On Sunday evening a team of dedicated employees discovered the secret to corporate wide happiness, and began the implementation phase of a project better known as "Useful Elevator." Within hours of occupying the first floor, the team eventually arrived at the ground floor, beginning work towards restoring what could be considered a sane elevator scheduling algorithm. The insurrection lasted only a few minutes once the appropriate control panel was discovered, and went unnoticed by the on duty night security.
The following Monday employees were greeted with an elevator that arrived promptly when pressing a service request button, and heading in the requested direction. Typical water cooler commentary on the elevator service described it as "snappy", "responsive", and "useful for a first time".

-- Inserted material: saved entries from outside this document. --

package correlations

import (
	"testing"
)

// Tolerances, named after the precision of their sources.
const (
	tolFromMemory    = 0.02  // values recalled, not re-checked in the source: ±2 %
	tolSecondary     = 0.02  // values from a secondary copy of a worked example: ±2 %
	tolPrinted4      = 2e-4  // a result printed to four or five significant figures
	tolPbBand        = 0.25  // every Pb correlation against a measured Pb
	tolBoBand        = 0.06  // every Bo correlation against a measured Bob
	tolCoBand        = 0.35  // compressibility correlations against a measured co
	tolDensityMemory = 0.025 // material-balance density against the tabulated ρob (from memory)
)

// TestWorkedExamples checks single published calculations.
func TestWorkedExamples(t *testing.T) {
	const sm3PerSTB = 5.614583 // scf/STB per sm³/sm³ (1 bbl = 5.614583 ft³, check-values.md)
	tests := []struct {
		name string
		fn   func() (float64, error)
		want float64
		tol  float64
	}{
		// check-values.md example 4: Ahmed, Reservoir Engineering Handbook, ch. 2, Standing
		// example: Rsb 751, γg 0.851, 47.1 °API, 250 °F → Pb = 2,181 psia (from memory).
		{"standing Pb, Ahmed ch. 2", func() (float64, error) {
			return StandingBubblePoint(751, Oil{API: 47.1, GasGravity: 0.851, Temperature: 250})
		}, 2181, tolFromMemory},
		// check-values.md example 2: Wolcott (2009), Applied Waterflood Field Development
		// (secondary copy): Valkó–McCain Pb = 11.65 MPa = 1,688 psia for Rsb 60 sm³/sm³,
		// 35 °API, γg 0.75, 90 °C (194 °F).
		{"valko-mccain Pb, Wolcott", func() (float64, error) {
			return ValkoMcCainBubblePoint(60*sm3PerSTB, Oil{API: 35, GasGravity: 0.75, Temperature: 194})
		}, 11.65e6 / 6894.757, tolSecondary},
		// Guo, Lyons and Ghalambor (2007), Petroleum Production Engineering, p. 2/20, Standing's
		// Bo with Rs 600 scf/STB, γg 0.8, γo 0.85, 180 °F: 1.34529 rb/STB, as reproduced by the
		// petrocalchub.com equation page (secondary copy of a printed result).
		{"standing Bo, Guo et al.", func() (float64, error) {
			return StandingOilFVF(0, 600, Oil{API: 141.5/0.85 - 131.5, GasGravity: 0.8, Temperature: 180})
		}, 1.34529, tolPrinted4},
		// Ahmed, Reservoir Engineering Handbook, ch. 2, Standing Bo for oil 1 of the six-oil
		// table: 1.506 rb/STB (from memory).
		{"standing Bo, Ahmed oil 1", func() (float64, error) {
			return StandingOilFVF(2377, 751, Oil{API: 47.1, GasGravity: 0.851, Temperature: 250})
		}, 1.506, tolFromMemory},
	}
	for _, tc := range tests {
		got, err := tc.fn()
		if err != nil {
			t.Errorf("%s: %v", tc.name, err)
			continue
		}
		if relErr(got, tc.want) > tc.tol {
			t.Errorf("%s = %.6g, want %.6g ±%.2g%%", tc.name, got, tc.want, 100*tc.tol)
		}
	}
}

// sixOils is the table of six oils with measured properties from Ahmed, Reservoir Engineering
// Handbook, ch. 2 (from memory, check-values.md; oil 2 corroborated by an independent
// differential liberation of the same fluid). Separator pressures there are psig.
var sixOils = []struct {
	t, pb, rsb, bob, rhob, co, pco, psepGauge, tsep, api, gg float64
}{
	{250, 2377, 751, 1.528, 38.13, 22.14e-6, 2689, 150, 60, 47.1, 0.851}, // oil 1
	{220, 2620, 768, 1.474, 40.95, 18.75e-6, 2810, 100, 75, 40.7, 0.855}, // oil 2
	{260, 2051, 693, 1.529, 37.37, 22.69e-6, 2526, 100, 72, 48.6, 0.911}, // oil 3
	{237, 2884, 968, 1.619, 38.92, 21.51e-6, 2942, 60, 120, 40.5, 0.898}, // oil 4
	{218, 3065, 943, 1.570, 37.70, 24.16e-6, 3273, 200, 60, 44.2, 0.781}, // oil 5
	{180, 4239, 807, 1.385, 46.79, 11.45e-6, 4370, 85, 173, 27.3, 0.848}, // oil 6
}

func sixOil(i int) Oil {
	s := sixOils[i]
	return Oil{API: s.api, GasGravity: s.gg, Temperature: s.t, SepPressure: s.psepGauge + 14.7, SepTemperature: s.tsep}
}

// TestSixOilsBubblePoint compares every solution-gas family with the measured bubble points:
// correlations scatter, so the band is wide, but a wrong coefficient or unit falls outside it.
func TestSixOilsBubblePoint(t *testing.T) {
	for _, f := range SolutionGasFamilies() {
		for i, s := range sixOils {
			pb, err := f.BubblePoint(s.rsb, sixOil(i))
			if err != nil {
				t.Errorf("%s oil %d: %v", f.ID, i+1, err)
				continue
			}
			if relErr(pb, s.pb) > tolPbBand {
				t.Errorf("%s oil %d: Pb = %.0f psia, measured %.0f", f.ID, i+1, pb, s.pb)
			}
		}
	}
}

// TestSixOilsFVF compares every Bo family with the measured Bob at the measured Rsb and Pb.
// The 6 % band holds Standing on oil 6 (+5.5 %, a 27 °API oil far from its California data).
func TestSixOilsFVF(t *testing.T) {
	for _, f := range OilFVFFamilies() {
		for i, s := range sixOils {
			bo, err := f.FVF(s.pb, s.rsb, sixOil(i))
			if err != nil {
				t.Errorf("%s oil %d: %v", f.ID, i+1, err)
				continue
			}
			if relErr(bo, s.bob) > tolBoBand {
				t.Errorf("%s oil %d: Bob = %.4f, measured %.3f", f.ID, i+1, bo, s.bob)
			}
		}
	}
}

// TestSixOilsCompressibility compares the undersaturated families with the measured co.
func TestSixOilsCompressibility(t *testing.T) {
	for _, id := range []string{"vasquez-beggs", "petrosky-farshad", "spivey-valko-mccain"} {
		f, err := CompressibilityByID(id)
		if err != nil {
			t.Fatal(err)
		}
		for i, s := range sixOils {
			co, err := f.Co(s.pco, s.pb, s.rsb, sixOil(i))
			if err != nil {
				t.Errorf("%s oil %d: %v", id, i+1, err)
				continue
			}
			if relErr(co, s.co) > tolCoBand {
				t.Errorf("%s oil %d: co = %.3g 1/psi at %.0f psia, measured %.3g", id, i+1, co, s.pco, s.co)
			}
		}
	}
}

// TestSixOilsDensity checks the material-balance density against the tabulated density at the
// bubble point, using the measured Rsb and Bob.
func TestSixOilsDensity(t *testing.T) {
	for i, s := range sixOils {
		rho, err := OilDensity(s.rsb, s.bob, sixOil(i))
		if err != nil {
			t.Fatalf("oil %d: %v", i+1, err)
		}
		if relErr(rho, s.rhob) > tolDensityMemory {
			t.Errorf("oil %d: ρob = %.2f lbm/ft³, tabulated %.2f", i+1, rho, s.rhob)
		}
	}
}

// TestVasquezBeggsGasGravity recomputes the separator normalisation by hand for oil 1
// (150 psig, 60 °F, 47.1 °API, γg 0.851): 0.851·[1 + 5.912e−5·47.1·60·log10(164.7/114.7)]
// = 0.87334 (arithmetic of the published form).
func TestVasquezBeggsGasGravity(t *testing.T) {
	g, err := VasquezBeggsGasGravity(sixOil(0))
	if err != nil {
		t.Fatal(err)
	}
	if relErr(g, 0.87334) > 1e-5 {
		t.Errorf("γgs = %.6f, want 0.87334", g)
	}
	// Unknown separator conditions leave the gravity unchanged.
	g, err = VasquezBeggsGasGravity(Oil{API: 30, GasGravity: 0.7, Temperature: 200})
	if err != nil || g != 0.7 {
		t.Errorf("γgs with unknown separator = %v, %v; want 0.7", g, err)
	}
}

// TestVelarde checks the end points and the monotonic shape of Velarde's Rs(p).
func TestVelarde(t *testing.T) {
	o := Oil{API: 35, GasGravity: 0.8, Temperature: 200}
	const pb, rsb = 2500.0, 600.0
	prev := -1.0
	for p := 14.7; p <= pb; p += 50 {
		rs, err := VelardeSolutionGOR(p, pb, rsb, o)
		if err != nil {
			t.Fatalf("p=%g: %v", p, err)
		}
		if rs < prev || rs < 0 || rs > rsb {
			t.Fatalf("p=%g: Rs = %g after %g", p, rs, prev)
		}
		prev = rs
	}
	if rs, _ := VelardeSolutionGOR(pb, pb, rsb, o); rs != rsb {
		t.Errorf("Rs(Pb) = %g, want Rsb", rs)
	}
	if rs, _ := VelardeSolutionGOR(pb-1, pb, rsb, o); relErr(rs, rsb) > 0.01 {
		t.Errorf("Rs just below Pb = %g, want ≈ Rsb", rs)
	}
}
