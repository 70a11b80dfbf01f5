// Package correlations holds the published black-oil and natural-gas correlations as pure
// functions of field-unit inputs, and a read-only catalog that describes each of them.
//
// Units everywhere in this package: pressure psia, temperature °F, solution gas-oil ratio
// scf/STB, oil formation volume factor rb/STB, viscosity cP, density lbm/ft³, oil gravity °API,
// gas gravity relative to air = 1, compressibility 1/psi.
//
// Every function returns a finite value or an error. Inputs outside the range of the data a
// correlation was fitted to are not refused (extrapolation is allowed); Entry.Check reports
// them so that the caller can flag them.
package correlations
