package correlations

// Al-Marhoun (1988): M.A. Al-Marhoun, "PVT Correlations for Middle East Crude Oils", J. Pet.
// Tech. 40 (May 1988) 650–666, SPE 13718. 160 bubble points from 69 Middle East reservoirs:
// Pb 130–3,573 psia, T 74–240 °F, Rsb 26–1,602 scf/STB, 19.4–44.6 °API, γg 0.752–1.367.
// Temperatures in °R.

// AlMarhounBubblePoint returns the bubble-point pressure (psia), Al-Marhoun (1988),
// published direction:
//
//	Pb = 5.38088e−3 · Rsb^0.715082 · γg^−1.87784 · γo^3.1437 · T^1.32657,  T °R.
func AlMarhounBubblePoint(rsb float64, o Oil) (float64, error) {
	if err := checkOil(o); err != nil {
		return 0, err
	}
	if err := checkGOR("Rsb", rsb); err != nil {
		return 0, err
	}
	t := o.Temperature + rankine
	pb := 5.38088e-3 * pow(rsb, 0.715082) * pow(o.GasGravity, -1.87784) *
		pow(o.OilGravity(), 3.1437) * pow(t, 1.32657)
	return finite(pb)
}

// AlMarhounSolutionGOR returns the solution GOR (scf/STB) at p psia, the closed-form inverse
// of AlMarhounBubblePoint:
//
//	Rs = [p / (5.38088e−3 · γg^−1.87784 · γo^3.1437 · T^1.32657)]^(1/0.715082).
func AlMarhounSolutionGOR(p float64, o Oil) (float64, error) {
	if err := checkOil(o); err != nil {
		return 0, err
	}
	if err := checkPressure("p", p); err != nil {
		return 0, err
	}
	t := o.Temperature + rankine
	k := 5.38088e-3 * pow(o.GasGravity, -1.87784) * pow(o.OilGravity(), 3.1437) * pow(t, 1.32657)
	return finite(pow(p/k, 1/0.715082))
}

// AlMarhounOilFVF returns the saturated oil formation volume factor (rb/STB), Al-Marhoun
// (1988):
//
//	Bo = 0.497069 + 0.862963e−3·T + 0.182594e−2·F + 0.318099e−5·F²,
//	F = Rs^0.742390 · γg^0.323294 · γo^−1.202040,  T °R.
//
// Data Bob 1.032–1.997 rb/STB. p is not used.
func AlMarhounOilFVF(p, rs float64, o Oil) (float64, error) {
	if err := checkOil(o); err != nil {
		return 0, err
	}
	if err := checkGOR("Rs", rs); err != nil {
		return 0, err
	}
	t := o.Temperature + rankine
	f := pow(rs, 0.742390) * pow(o.GasGravity, 0.323294) * pow(o.OilGravity(), -1.202040)
	return finite(0.497069 + 0.862963e-3*t + 0.182594e-2*f + 0.318099e-5*f*f)
}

Senior Facilities Management released a press statement declaring the recent behavior in elevator service as "unexpected", and "highly unlikely to continue". "Due to the nature of the service we have yet to be able to identify what exactly has failed in the elevator," explain Charles Johnson. "We are afraid that this new behavior might lead elevator riders to believe that an elevator can operate on a per request system, rather than a sweeping global servicing mechanism as has been used in the past. For this reason, we plan to reset the elevator service after the close of business Monday evening in hopes of restoring the previous, well understood, behavior."
Employees arriving to work early Tuesday morning were greeted with the old familiar long wait times. "It was great while it lasted", said James Huberik. "I rode the elevator all day Monday in disbelief that it worked when I needed it!"